Legacy Foundation Calls Time Inc. "Hero" of Tobacco Control, But Activists See Villain

By ACSH Staff — Mar 04, 2005
A March 4, 2005 article by Kirsten Boyd Goldberg on CancerLetter.com -- about the Legacy Foundation dubbing Time Inc. an anti-tobacco "hero" despite their magazines running many tobacco ads -- quotes an article on the topic by ACSH's Rivka Weiser:

A March 4, 2005 article by Kirsten Boyd Goldberg on CancerLetter.com -- about the Legacy Foundation dubbing Time Inc. an anti-tobacco "hero" despite their magazines running many tobacco ads -- quotes an article on the topic by ACSH's Rivka Weiser:

"While Time Inc. has taken some steps to support tobacco control, it is shocking that the corporation is being given a high-profile award for its advancement of the cause," Rivka Weiser, of the American Council on Science and Heath, wrote in an opinion piece for the council. "It is not just that Time Inc.'s major magazines promote smoking but that some have done so in particularly egregious ways. Time and People recently featured advertisements for new candy-flavored cigarettes."

Legacy hasn't responded to critics and didn't return calls from The Cancer Letter.
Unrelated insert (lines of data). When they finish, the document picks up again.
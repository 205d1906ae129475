#include "solve/chebyshev.h"

#include <lapacke.h>
#include <math.h>
#include <stdlib.h>
#include <string.h>

#define GAP 1e-12      /* of the value at the start */
#define NEWTON_MOST 60 /* steps for one tau; ten are usual */

/* The problem in scaled real unknowns v = [re, im] of each plane's weight, then t. */
struct barrier {
    size_t rows, n;         /* n = 2 planes */
    double *h, *g, *c;      /* J_r = v'H_r v + 2 g_r'v + c_r */
    double *value;          /* rows */
    double *slope;          /* n: gradient of one row */
    double *hessian, *step; /* (n+1)^2, n+1 */
    double *trial;          /* n+1 */
    double tau;
};

static double row_value(const struct barrier *b, size_t r, const double *v, double *slope)
{
    const double *h = b->h + r * b->n * b->n, *g = b->g + r * b->n;
    double sum = b->c[r];
    for (size_t i = 0; i < b->n; i++) {
        double hv = 0;
        for (size_t j = 0; j < b->n; j++)
            hv += h[i * b->n + j] * v[j];
        if (slope)
            slope[i] = 2 * (hv + g[i]);
        sum += v[i] * (hv + 2 * g[i]);
    }
    return sum;
}

/* tau*t - sum log(t - J_r); INFINITY outside. v[n] is t. */
static double barrier_value(const struct barrier *b, const double *v)
{
    double sum = b->tau * v[b->n];
    for (size_t r = 0; r < b->rows; r++) {
        double room = v[b->n] - row_value(b, r, v, NULL);
        if (!(room > 0))
            return INFINITY;
        sum -= log(room);
    }
    return sum;
}

/* Fills hessian and step (the gradient, negated). */
static void derivatives(struct barrier *b, const double *v)
{
    size_t n = b->n, m = n + 1;
    memset(b->hessian, 0, m * m * sizeof *b->hessian);
    memset(b->step, 0, m * sizeof *b->step);
    b->step[n] = -b->tau;
    for (size_t r = 0; r < b->rows; r++) {
        double d = 1 / (v[n] - row_value(b, r, v, b->slope));
        const double *h = b->h + r * n * n;
        for (size_t i = 0; i < n; i++) {
            b->step[i] -= d * b->slope[i];
            for (size_t j = 0; j < n; j++)
                b->hessian[i * m + j] += d * d * b->slope[i] * b->slope[j] + 2 * d * h[i * n + j];
            b->hessian[i * m + n] -= d * d * b->slope[i];
            b->hessian[n * m + i] -= d * d * b->slope[i];
        }
        b->step[n] += d;
        b->hessian[n * m + n] += d * d;
    }
}

/* Newton's method for the present tau. */
static int centre(struct barrier *b, double *v)
{
    size_t m = b->n + 1;
    for (int k = 0; k < NEWTON_MOST; k++) {
        derivatives(b, v);
        double slope = 0, now = barrier_value(b, v), length = 1;
        for (size_t i = 0; i < m; i++)
            b->trial[i] = b->step[i];
        lapack_int info = LAPACKE_dposv(LAPACK_ROW_MAJOR, 'U', (lapack_int)m, 1, b->hessian,
                                        (lapack_int)m, b->step, 1);
        if (info < 0)
            return CHEBYSHEV_NO_MEMORY;
        if (info > 0) /* flat to the last digit: as good as it gets */
            return CHEBYSHEV_OK;
        for (size_t i = 0; i < m; i++)
            slope += b->trial[i] * b->step[i];
        if (!(slope > 1e-10))
            return CHEBYSHEV_OK;
        for (; length > 1e-12; length /= 2) {
            for (size_t i = 0; i < m; i++)
                b->trial[i] = v[i] + length * b->step[i];
            if (barrier_value(b, b->trial) <= now - 0.1 * length * slope)
                break;
        }
        if (length <= 1e-12)
            return CHEBYSHEV_OK;
        memcpy(v, b->trial, m * sizeof *v);
    }
    return CHEBYSHEV_OK;
}

/* Real forms of one row, columns divided by length, values by unit. */
static void fill_row(struct barrier *b, size_t r, const double complex *f, size_t planes,
                     const double *length, double unit)
{
    size_t n = b->n, q = planes + 1;
    b->c[r] = creal(f[0]) / unit;
    for (size_t i = 0; i < planes; i++) {
        double complex g = f[(i + 1) * q] / (unit * length[i]);
        b->g[r * n + 2 * i] = creal(g);
        b->g[r * n + 2 * i + 1] = cimag(g);
        for (size_t j = 0; j < planes; j++) {
            double complex e = f[(i + 1) * q + j + 1] / (unit * length[i] * length[j]);
            double *h = b->h + r * n * n + 2 * i * n + 2 * j;
            h[0] = h[n + 1] = creal(e);
            h[1] = -cimag(e);
            h[n] = cimag(e);
        }
    }
}

static double largest_row(struct barrier *b, const double *v)
{
    double most = 0;
    for (size_t r = 0; r < b->rows; r++)
        most = fmax(most, row_value(b, r, v, NULL));
    return most;
}

int chebyshev_solve(const double complex *forms, size_t rows, size_t planes, double complex *w,
                    double *largest)
{
    size_t n = 2 * planes, m = n + 1, q = planes + 1;
    double *room = calloc(rows * (n * n + n + 1) + n + m * m + 3 * m + planes + 1, sizeof *room);
    if (!room)
        return CHEBYSHEV_NO_MEMORY;
    struct barrier b = {.rows = rows, .n = n, .h = room};
    b.g = b.h + rows * n * n;
    b.c = b.g + rows * n;
    b.slope = b.c + rows;
    b.hessian = b.slope + n;
    b.step = b.hessian + m * m;
    b.trial = b.step + m;
    double *v = b.trial + m, *length = v + m, unit = 0;
    for (size_t r = 0; r < rows; r++) {
        unit = fmax(unit, creal(forms[r * q * q]));
        for (size_t i = 0; i < planes; i++)
            length[i] += creal(forms[r * q * q + (i + 1) * q + i + 1]);
    }
    unit = unit > 0 ? unit : 1;
    for (size_t i = 0; i < planes; i++) {
        length[i] = length[i] > 0 ? sqrt(length[i] / unit) : 1;
        v[2 * i] = creal(w[i]) * length[i];
        v[2 * i + 1] = cimag(w[i]) * length[i];
    }
    for (size_t r = 0; r < rows; r++)
        fill_row(&b, r, forms + r * q * q, planes, length, unit);
    double start = largest_row(&b, v);
    int result = CHEBYSHEV_OK;
    if (start > 1e-20) {
        v[n] = 1.1 * start;
        for (b.tau = (double)rows / start; (double)rows / b.tau > GAP && result == CHEBYSHEV_OK;
             b.tau *= 8)
            result = centre(&b, v);
    }
    for (size_t i = 0; i < planes; i++)
        w[i] = CMPLX(v[2 * i], v[2 * i + 1]) / length[i];
    *largest = largest_row(&b, v) * unit;
    free(room);
    return result;
}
Time Inc., too, didn't respond to requests for comment...

After the settlement agreement, Philip Morris suspended cigarette advertisements from People and Sports Illustrated due to their high level of youth readership, adopting a proposed FDA standard of a maximum of 15 percent youth readership, or 2 million youth readers, according to Weiser of ACSH. Other tobacco companies adopted a less strict standard.
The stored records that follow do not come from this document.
/* culprit.h - which reading of a row does not fit the others. */
#ifndef LOPSIDE_SOLVE_CULPRIT_H
#define LOPSIDE_SOLVE_CULPRIT_H

#include <stdbool.h>
#include <stddef.h>

#include "solve/regress.h"

/* Each reading is left out in turn. possible[i] (count entries) becomes true where the others then
 * determine everything and fit each other: no misfit of `fits` standard errors or more is left, or
 * none is spare among them to show one. *which: the only possible one, where the others were spare
 * enough to agree; -1: none alone explains it, or several would. With one spare run every reading
 * that is bound by others is possible, whichever it was. Stored responses of `data` are not looked
 * at. Gives an enum regress_error. */
int culprit_find(const struct regress_data *data, double fits, bool *possible, int *which)
    __attribute__((warn_unused_result));

/* *fits_mirrored: with all angles of the weights counted the other way the readings determine
 * everything and fit each other likewise. No single reading is then to blame: without one the
 * answer would be as wrong. */
int culprit_mirrored(const struct regress_data *data, double fits, bool *fits_mirrored)
    __attribute__((warn_unused_result));

/* Readings `*on` and `*in` (a later one): had the weights of the first been on in the second as
 * well, as a trial weight that nobody took off, all would fit, misfit below `fits`; the pair that
 * fits best. -1: there is none. Readings stand in the order of the runs. */
int culprit_left_on(const struct regress_data *data, double fits, int *on, int *in)
    __attribute__((warn_unused_result));

#endif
The recent ads for new flavored cigarettes are cause for concern, Weiser wrote. "Advertisements for these cigarettes, which are probably particularly appealing to young people, are at best irresponsible for portraying a deadly product as candy; at worst, they are in violation of the MSA's prohibition against directly or indirectly targeting youth with cigarette advertisements," she wrote.